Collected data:
+-------+

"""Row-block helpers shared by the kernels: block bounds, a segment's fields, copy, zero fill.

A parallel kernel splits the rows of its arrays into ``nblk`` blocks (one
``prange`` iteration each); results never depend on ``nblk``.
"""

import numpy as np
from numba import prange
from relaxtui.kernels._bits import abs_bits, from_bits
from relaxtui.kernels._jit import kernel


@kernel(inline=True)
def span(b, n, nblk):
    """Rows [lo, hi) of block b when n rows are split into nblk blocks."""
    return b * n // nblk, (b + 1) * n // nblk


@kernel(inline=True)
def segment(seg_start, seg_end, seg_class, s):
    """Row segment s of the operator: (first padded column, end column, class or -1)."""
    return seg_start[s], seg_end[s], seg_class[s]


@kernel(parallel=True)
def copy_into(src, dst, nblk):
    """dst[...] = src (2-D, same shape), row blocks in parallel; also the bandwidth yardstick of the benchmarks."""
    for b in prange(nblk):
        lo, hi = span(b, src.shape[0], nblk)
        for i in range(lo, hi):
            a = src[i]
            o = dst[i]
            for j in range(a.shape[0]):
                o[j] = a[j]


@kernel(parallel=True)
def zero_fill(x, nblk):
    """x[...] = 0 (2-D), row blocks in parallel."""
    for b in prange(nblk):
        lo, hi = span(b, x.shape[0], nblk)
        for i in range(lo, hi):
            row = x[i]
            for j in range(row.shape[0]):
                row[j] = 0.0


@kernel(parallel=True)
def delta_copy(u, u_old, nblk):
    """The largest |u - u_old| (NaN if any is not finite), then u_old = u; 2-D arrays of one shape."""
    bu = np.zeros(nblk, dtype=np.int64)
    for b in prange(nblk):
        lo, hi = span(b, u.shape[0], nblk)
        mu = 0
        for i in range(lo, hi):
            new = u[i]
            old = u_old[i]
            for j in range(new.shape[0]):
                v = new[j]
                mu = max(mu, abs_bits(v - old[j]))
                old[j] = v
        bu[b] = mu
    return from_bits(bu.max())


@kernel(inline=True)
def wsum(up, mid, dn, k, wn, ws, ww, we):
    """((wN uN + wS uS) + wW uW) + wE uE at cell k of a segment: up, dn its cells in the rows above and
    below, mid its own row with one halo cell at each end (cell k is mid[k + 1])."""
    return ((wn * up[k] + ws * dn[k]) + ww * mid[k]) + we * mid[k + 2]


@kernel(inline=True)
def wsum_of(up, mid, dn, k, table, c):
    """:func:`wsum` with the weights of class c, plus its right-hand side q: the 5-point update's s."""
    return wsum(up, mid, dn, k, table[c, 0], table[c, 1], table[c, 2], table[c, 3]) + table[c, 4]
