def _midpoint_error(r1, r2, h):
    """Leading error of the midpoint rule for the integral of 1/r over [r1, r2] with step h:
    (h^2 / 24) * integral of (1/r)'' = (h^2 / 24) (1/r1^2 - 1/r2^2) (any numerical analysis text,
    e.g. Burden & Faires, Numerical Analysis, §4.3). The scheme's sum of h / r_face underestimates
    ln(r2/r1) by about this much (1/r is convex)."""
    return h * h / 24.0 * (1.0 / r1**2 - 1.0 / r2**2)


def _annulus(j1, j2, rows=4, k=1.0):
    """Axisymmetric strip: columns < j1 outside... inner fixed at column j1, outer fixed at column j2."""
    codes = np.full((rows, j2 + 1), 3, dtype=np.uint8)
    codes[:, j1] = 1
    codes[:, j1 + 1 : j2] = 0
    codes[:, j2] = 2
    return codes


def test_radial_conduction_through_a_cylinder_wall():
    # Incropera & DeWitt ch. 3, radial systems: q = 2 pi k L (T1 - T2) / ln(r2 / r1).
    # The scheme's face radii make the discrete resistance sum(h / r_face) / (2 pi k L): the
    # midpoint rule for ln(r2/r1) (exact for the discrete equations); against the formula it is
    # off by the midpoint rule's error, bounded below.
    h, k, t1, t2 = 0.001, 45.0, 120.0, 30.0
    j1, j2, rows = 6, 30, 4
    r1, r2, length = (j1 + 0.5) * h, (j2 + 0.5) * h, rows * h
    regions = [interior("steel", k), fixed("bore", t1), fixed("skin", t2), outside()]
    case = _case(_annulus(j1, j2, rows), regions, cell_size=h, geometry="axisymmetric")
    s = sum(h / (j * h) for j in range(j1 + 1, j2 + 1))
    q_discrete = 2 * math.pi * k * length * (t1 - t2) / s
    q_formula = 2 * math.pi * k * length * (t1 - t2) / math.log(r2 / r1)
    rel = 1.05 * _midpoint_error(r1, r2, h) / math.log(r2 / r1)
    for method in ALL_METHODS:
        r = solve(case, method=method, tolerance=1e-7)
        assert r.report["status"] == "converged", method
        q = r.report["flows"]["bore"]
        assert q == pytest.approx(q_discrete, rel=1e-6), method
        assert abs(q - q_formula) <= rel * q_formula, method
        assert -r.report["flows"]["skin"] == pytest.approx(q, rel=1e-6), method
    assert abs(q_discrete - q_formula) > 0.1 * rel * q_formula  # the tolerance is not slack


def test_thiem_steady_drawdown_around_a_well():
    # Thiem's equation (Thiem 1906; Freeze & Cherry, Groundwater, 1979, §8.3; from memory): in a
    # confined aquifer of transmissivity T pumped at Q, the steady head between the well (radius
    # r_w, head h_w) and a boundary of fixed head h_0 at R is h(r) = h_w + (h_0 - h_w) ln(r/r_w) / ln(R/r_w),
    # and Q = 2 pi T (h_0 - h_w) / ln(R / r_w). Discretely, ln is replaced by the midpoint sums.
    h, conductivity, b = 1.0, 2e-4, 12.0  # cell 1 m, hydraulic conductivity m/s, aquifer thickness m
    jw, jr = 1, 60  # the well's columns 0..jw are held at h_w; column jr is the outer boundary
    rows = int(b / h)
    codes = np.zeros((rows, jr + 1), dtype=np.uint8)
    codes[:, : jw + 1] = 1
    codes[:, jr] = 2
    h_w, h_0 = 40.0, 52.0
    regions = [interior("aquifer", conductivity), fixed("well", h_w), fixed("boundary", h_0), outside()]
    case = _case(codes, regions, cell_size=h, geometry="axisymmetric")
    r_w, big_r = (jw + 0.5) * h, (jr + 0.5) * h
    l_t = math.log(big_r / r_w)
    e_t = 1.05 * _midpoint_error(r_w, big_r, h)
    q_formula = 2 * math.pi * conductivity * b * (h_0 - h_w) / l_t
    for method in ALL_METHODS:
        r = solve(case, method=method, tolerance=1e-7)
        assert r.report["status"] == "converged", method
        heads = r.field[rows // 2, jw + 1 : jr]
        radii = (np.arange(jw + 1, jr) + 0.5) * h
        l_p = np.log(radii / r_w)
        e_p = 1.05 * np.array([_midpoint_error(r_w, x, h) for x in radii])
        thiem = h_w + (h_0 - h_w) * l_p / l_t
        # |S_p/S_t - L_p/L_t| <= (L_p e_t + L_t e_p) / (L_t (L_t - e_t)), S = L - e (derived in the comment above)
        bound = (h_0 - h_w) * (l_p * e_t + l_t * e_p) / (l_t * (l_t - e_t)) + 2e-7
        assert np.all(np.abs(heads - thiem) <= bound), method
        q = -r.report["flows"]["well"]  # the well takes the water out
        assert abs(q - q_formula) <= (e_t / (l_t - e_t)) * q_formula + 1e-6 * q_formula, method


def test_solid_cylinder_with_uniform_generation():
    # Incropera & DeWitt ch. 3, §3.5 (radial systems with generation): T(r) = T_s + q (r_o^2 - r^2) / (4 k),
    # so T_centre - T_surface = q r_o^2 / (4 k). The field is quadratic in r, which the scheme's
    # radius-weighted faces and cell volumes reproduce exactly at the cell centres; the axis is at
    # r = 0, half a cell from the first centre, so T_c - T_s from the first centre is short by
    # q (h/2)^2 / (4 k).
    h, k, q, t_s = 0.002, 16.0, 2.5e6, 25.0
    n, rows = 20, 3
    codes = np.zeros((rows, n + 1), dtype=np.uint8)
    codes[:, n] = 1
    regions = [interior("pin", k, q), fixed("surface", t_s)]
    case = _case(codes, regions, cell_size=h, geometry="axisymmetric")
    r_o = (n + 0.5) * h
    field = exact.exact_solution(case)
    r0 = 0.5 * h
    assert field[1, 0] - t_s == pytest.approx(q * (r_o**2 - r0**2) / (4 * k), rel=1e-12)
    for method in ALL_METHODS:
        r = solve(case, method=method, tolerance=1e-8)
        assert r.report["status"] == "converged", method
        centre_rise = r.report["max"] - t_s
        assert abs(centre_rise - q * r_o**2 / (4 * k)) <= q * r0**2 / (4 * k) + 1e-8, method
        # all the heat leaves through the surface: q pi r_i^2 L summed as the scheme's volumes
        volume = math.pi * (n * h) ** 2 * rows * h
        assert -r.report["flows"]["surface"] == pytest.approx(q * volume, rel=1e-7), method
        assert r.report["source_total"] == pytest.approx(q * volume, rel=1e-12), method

+-------+

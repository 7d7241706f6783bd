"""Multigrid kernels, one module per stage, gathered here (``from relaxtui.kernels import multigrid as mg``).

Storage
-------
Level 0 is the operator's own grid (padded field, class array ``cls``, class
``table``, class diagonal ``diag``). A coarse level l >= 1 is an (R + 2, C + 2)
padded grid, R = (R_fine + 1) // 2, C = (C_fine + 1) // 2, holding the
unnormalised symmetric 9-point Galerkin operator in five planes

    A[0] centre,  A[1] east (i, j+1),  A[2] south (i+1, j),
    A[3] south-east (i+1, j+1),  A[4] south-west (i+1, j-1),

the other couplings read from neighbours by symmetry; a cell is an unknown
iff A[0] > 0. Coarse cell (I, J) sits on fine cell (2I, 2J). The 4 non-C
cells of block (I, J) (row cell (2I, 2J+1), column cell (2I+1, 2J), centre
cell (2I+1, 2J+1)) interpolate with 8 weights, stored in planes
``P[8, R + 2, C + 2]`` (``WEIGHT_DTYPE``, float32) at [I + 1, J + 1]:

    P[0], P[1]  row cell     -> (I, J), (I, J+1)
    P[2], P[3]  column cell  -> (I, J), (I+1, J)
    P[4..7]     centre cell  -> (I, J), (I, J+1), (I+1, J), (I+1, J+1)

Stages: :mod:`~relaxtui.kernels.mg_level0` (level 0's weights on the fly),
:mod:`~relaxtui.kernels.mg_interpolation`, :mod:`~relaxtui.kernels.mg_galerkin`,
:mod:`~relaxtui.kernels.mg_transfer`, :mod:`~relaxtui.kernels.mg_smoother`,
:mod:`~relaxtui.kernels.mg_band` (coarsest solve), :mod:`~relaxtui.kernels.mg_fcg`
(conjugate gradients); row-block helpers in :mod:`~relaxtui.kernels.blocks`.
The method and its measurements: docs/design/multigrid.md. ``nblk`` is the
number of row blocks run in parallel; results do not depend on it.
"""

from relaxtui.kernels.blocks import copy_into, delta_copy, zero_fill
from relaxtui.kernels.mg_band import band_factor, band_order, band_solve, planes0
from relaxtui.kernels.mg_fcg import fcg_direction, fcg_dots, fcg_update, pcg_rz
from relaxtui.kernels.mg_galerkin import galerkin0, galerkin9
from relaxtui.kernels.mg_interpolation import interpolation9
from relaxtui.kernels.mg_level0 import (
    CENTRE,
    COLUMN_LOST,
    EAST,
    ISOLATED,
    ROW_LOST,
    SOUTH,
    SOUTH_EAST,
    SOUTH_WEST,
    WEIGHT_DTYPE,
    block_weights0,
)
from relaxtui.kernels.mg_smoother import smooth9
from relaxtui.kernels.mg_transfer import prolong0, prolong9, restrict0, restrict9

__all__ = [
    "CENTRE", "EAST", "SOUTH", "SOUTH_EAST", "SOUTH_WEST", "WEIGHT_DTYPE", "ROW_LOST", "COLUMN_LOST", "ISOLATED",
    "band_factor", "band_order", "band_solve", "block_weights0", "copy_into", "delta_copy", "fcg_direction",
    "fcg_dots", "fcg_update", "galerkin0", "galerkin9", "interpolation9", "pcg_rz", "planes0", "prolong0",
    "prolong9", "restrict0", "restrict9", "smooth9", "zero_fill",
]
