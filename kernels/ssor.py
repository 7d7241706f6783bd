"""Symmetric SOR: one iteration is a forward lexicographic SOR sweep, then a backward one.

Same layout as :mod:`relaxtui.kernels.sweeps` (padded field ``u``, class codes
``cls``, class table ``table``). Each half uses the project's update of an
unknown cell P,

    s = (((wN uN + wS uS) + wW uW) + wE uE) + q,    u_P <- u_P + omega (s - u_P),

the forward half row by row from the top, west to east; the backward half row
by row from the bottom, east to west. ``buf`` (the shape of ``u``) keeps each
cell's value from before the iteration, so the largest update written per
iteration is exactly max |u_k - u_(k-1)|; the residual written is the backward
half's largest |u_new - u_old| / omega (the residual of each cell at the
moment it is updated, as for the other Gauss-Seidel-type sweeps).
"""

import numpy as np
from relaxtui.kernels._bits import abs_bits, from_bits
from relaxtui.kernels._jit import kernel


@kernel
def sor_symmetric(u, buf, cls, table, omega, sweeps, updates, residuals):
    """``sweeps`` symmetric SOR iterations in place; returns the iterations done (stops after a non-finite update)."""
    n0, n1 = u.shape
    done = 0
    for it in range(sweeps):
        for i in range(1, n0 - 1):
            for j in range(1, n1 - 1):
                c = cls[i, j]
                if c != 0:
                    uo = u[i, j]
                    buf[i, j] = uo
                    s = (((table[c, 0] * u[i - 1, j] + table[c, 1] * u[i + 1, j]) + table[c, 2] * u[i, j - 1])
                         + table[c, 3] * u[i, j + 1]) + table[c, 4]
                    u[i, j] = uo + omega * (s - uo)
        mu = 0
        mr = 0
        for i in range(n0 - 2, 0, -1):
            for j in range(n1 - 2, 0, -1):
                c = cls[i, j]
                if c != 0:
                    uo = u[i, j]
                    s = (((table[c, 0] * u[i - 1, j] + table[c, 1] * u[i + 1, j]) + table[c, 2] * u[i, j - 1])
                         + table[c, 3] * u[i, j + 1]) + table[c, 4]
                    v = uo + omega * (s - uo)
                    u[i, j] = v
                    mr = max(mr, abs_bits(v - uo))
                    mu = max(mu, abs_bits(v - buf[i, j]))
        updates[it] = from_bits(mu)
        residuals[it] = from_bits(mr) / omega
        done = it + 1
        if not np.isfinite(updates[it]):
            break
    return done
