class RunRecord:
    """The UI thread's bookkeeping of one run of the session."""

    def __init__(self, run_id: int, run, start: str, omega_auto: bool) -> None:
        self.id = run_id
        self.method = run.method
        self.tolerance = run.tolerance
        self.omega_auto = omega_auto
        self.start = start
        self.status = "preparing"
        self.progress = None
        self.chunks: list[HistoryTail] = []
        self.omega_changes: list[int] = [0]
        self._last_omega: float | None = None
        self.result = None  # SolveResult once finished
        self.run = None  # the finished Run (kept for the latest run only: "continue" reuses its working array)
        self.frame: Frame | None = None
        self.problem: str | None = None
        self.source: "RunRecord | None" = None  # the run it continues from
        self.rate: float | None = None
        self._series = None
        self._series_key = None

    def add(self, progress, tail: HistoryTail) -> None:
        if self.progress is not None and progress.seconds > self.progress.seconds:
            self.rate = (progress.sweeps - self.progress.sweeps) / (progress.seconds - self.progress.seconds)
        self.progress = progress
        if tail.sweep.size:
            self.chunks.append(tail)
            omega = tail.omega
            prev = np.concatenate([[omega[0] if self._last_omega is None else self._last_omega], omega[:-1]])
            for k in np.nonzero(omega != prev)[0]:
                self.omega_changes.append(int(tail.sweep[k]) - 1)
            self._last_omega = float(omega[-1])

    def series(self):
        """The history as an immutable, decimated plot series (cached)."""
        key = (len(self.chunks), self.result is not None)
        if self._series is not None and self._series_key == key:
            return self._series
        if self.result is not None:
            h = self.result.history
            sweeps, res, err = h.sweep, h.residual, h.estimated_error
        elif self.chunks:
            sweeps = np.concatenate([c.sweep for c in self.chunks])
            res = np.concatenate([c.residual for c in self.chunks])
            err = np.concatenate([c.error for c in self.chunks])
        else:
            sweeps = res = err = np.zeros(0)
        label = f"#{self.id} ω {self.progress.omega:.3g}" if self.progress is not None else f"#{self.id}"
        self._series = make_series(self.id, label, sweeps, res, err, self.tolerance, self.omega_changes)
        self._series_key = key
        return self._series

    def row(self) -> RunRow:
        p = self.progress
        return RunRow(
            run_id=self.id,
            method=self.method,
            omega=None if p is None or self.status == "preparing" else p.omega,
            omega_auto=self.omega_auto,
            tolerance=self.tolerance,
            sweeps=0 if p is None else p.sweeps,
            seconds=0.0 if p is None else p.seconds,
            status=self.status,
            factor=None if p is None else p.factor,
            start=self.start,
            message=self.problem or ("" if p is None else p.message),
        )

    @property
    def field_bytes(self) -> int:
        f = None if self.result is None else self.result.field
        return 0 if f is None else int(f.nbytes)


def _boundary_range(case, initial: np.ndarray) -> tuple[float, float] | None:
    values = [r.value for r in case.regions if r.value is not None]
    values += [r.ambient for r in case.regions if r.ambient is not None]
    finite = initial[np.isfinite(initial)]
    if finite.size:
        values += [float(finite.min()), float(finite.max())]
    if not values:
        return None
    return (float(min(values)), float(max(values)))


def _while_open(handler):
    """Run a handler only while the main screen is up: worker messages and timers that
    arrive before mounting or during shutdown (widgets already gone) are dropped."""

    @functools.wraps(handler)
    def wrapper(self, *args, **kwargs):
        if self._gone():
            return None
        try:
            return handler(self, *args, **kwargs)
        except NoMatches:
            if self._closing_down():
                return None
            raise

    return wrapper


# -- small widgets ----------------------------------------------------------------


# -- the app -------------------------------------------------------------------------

+-------+

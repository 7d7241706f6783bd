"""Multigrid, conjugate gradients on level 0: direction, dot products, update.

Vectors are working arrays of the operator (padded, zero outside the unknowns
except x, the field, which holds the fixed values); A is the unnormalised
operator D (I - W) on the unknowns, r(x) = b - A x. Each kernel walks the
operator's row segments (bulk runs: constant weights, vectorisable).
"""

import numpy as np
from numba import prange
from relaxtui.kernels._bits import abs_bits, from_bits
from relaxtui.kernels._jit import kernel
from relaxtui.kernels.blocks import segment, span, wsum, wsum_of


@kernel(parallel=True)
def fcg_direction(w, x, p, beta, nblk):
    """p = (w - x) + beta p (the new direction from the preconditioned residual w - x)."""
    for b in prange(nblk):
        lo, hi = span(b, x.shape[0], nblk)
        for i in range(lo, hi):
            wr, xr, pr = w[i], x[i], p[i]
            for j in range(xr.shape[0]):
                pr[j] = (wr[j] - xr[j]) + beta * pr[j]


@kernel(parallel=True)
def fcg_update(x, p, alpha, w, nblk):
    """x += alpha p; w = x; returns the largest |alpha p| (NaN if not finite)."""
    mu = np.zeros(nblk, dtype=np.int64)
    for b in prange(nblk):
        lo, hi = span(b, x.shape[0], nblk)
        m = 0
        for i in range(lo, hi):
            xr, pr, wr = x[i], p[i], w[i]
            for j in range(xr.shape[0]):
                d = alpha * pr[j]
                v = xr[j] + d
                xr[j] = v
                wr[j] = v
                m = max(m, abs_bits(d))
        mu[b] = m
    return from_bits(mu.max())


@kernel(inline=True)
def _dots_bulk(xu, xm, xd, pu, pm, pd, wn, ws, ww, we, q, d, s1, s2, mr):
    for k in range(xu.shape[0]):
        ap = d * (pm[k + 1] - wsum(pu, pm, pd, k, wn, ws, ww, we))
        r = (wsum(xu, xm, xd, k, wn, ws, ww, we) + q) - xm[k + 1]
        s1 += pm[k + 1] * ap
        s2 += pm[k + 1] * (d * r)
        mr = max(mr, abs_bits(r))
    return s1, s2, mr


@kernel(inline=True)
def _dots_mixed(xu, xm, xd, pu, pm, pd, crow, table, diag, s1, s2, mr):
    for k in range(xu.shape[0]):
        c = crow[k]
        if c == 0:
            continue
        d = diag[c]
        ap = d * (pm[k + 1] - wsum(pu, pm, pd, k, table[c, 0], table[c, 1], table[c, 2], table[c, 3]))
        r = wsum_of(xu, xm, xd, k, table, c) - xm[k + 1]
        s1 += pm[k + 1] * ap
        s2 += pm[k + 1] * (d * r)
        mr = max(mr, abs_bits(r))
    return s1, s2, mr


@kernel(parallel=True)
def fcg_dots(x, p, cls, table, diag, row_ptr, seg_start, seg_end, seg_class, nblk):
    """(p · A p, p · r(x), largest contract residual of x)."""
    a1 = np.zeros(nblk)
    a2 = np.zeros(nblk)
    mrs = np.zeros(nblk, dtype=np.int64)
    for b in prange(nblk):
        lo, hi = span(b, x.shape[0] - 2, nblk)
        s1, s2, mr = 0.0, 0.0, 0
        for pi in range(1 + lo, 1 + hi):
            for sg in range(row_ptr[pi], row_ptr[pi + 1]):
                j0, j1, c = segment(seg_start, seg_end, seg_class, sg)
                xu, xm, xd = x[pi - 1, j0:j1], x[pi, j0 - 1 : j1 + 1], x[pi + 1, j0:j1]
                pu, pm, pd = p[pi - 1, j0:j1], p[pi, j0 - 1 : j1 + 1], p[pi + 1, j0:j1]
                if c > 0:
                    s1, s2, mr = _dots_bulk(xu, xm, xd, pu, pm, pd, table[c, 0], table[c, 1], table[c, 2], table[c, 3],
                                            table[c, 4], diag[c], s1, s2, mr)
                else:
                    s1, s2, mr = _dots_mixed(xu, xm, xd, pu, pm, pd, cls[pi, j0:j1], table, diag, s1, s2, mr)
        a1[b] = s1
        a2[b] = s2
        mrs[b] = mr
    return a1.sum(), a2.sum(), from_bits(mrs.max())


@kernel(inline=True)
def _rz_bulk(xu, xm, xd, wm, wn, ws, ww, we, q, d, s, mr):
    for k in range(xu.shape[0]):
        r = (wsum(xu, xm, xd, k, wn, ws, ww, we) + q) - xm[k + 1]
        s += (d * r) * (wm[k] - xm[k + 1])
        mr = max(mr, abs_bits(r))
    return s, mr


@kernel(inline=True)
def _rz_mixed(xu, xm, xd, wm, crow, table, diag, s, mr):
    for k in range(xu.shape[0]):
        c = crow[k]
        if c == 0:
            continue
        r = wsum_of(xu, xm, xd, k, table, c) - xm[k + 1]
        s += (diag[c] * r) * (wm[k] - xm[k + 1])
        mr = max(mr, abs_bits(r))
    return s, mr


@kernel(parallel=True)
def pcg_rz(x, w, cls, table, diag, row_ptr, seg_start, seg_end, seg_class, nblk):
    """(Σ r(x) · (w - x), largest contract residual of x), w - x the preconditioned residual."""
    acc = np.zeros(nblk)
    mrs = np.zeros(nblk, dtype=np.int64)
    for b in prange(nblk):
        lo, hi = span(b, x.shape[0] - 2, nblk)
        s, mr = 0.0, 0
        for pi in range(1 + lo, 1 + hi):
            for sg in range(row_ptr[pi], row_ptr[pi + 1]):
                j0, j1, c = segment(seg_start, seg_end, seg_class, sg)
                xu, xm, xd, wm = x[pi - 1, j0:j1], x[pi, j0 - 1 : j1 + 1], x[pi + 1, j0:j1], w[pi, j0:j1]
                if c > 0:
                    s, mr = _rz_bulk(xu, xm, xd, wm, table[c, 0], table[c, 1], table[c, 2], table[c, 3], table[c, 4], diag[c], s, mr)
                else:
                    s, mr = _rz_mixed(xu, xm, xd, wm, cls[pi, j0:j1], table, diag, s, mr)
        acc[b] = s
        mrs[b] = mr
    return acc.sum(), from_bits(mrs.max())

+-------+

> Assignment
Go through the lines above. Select every one that has the string "residuals".

> Written solution
def sor_symmetric(u, buf, cls, table, omega, sweeps, updates, residuals):
        residuals[it] = from_bits(mr) / omega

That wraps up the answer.